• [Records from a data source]
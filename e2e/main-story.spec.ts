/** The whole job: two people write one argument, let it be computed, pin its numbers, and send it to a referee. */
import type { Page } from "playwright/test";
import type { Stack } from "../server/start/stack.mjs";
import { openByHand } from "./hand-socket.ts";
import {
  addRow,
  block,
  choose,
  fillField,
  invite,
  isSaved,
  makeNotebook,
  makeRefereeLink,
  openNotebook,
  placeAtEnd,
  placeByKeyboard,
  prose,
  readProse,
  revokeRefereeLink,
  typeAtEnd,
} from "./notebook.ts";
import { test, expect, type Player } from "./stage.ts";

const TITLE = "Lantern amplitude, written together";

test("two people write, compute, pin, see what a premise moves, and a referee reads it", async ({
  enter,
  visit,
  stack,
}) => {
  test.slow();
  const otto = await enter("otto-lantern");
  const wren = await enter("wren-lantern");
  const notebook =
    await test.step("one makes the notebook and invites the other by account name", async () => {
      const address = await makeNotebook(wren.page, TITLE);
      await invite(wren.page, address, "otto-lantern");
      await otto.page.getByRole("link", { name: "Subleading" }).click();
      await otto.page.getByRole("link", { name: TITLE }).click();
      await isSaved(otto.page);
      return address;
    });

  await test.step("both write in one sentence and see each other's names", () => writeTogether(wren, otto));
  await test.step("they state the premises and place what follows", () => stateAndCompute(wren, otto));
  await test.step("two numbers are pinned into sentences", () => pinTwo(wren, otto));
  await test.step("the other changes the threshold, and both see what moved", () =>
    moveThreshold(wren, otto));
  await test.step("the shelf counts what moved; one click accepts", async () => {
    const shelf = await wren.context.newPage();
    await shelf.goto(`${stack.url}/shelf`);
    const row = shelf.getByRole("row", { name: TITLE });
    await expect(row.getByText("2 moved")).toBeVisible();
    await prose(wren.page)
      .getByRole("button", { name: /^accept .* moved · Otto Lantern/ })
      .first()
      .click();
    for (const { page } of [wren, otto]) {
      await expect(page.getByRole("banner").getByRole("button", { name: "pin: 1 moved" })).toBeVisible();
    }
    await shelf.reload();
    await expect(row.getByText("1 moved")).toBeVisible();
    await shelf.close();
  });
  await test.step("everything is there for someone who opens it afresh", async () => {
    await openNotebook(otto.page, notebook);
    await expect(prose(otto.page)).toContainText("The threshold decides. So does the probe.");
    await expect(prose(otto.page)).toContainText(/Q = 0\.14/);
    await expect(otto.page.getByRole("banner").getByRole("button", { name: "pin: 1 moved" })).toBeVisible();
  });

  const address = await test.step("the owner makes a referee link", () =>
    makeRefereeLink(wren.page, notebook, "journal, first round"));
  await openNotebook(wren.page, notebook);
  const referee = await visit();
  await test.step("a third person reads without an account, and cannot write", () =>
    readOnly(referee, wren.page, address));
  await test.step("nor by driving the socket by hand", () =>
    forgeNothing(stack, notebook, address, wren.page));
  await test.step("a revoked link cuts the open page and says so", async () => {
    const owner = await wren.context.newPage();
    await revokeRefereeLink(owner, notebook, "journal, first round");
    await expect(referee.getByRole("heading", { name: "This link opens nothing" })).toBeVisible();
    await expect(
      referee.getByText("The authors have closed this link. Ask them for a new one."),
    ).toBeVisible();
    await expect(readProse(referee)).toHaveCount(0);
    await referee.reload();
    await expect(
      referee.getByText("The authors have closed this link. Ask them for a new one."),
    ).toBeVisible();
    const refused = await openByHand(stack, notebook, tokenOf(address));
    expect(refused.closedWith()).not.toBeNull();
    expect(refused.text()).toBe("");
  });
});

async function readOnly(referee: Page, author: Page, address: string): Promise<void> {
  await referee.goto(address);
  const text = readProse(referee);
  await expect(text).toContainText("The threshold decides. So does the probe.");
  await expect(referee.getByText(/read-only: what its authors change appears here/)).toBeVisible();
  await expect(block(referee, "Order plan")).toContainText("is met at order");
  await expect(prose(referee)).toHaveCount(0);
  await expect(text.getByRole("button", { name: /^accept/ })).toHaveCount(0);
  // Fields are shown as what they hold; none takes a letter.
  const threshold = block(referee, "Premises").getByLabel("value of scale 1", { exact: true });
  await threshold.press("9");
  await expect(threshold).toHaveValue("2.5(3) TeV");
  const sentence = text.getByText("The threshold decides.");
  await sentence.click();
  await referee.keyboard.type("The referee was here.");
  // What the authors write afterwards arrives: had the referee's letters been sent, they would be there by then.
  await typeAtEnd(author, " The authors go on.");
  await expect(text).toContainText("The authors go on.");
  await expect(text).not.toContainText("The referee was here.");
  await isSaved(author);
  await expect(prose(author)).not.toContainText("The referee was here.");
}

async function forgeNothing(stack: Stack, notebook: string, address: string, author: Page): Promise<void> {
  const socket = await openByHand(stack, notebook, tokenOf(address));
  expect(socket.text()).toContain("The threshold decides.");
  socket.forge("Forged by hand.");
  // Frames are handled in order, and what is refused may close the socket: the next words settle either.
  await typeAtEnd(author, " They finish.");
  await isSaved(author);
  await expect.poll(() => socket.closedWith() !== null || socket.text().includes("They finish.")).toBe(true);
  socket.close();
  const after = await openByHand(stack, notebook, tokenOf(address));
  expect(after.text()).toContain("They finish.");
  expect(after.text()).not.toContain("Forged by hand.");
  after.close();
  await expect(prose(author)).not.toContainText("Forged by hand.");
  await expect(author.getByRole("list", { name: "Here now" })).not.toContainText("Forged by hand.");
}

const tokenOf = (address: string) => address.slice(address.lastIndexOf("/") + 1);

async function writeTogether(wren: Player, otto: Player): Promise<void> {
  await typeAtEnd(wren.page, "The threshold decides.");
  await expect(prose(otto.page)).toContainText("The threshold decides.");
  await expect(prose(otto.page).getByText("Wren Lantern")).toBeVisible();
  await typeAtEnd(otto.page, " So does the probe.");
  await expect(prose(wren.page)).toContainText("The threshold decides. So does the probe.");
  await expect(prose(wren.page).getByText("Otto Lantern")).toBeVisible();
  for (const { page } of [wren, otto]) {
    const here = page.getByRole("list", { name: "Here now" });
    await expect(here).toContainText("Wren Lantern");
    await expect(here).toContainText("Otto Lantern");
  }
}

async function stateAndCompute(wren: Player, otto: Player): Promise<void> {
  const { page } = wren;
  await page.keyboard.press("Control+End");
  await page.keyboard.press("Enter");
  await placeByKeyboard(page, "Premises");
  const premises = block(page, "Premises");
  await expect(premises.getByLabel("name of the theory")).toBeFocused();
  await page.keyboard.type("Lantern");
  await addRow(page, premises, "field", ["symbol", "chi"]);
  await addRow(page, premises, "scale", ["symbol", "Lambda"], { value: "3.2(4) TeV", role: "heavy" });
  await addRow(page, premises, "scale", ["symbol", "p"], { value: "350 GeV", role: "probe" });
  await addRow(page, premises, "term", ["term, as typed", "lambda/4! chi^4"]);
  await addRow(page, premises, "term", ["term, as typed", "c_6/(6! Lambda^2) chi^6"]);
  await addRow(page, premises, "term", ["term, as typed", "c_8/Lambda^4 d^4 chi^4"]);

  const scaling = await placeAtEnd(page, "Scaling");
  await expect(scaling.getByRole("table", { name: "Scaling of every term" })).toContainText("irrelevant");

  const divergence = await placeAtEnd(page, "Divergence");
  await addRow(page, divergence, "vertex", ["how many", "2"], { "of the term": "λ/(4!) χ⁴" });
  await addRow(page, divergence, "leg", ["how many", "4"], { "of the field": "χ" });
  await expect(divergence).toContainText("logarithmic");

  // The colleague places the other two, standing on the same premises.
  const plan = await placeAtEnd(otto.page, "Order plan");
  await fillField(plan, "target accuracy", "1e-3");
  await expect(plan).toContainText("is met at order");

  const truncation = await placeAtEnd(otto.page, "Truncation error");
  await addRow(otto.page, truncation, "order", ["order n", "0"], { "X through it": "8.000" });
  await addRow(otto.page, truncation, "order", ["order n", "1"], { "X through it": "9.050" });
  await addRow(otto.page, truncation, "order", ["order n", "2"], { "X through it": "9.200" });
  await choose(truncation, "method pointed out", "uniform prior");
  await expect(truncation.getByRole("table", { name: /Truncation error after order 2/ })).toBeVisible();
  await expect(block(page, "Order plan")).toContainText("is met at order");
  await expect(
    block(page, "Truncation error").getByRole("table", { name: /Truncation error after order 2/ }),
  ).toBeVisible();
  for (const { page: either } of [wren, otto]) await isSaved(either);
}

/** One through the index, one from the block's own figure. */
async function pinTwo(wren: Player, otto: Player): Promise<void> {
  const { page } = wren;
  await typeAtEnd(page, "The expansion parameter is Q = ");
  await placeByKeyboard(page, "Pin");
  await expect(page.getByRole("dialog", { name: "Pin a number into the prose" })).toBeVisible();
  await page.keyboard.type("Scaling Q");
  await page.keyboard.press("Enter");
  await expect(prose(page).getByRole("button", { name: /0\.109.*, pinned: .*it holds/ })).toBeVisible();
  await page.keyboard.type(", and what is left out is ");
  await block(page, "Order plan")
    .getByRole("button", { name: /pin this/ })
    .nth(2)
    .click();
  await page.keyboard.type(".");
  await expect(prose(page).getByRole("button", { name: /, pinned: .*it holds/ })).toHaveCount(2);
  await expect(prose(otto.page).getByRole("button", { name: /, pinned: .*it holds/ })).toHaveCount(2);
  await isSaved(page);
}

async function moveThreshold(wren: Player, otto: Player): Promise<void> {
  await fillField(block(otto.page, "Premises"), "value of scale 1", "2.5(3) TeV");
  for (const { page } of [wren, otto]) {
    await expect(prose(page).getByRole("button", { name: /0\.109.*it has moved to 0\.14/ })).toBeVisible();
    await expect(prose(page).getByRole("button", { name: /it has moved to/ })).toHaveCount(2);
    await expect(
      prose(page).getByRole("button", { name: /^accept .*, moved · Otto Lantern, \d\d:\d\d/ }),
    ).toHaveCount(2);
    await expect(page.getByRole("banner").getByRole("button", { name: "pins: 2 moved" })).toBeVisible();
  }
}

• [EXERCISE AIM] If a line above holds the string "first", return it as it stands.

• [EXPECTED ANSWER]
      .first()
    makeRefereeLink(wren.page, notebook, "journal, first round"));
    await revokeRefereeLink(owner, notebook, "journal, first round");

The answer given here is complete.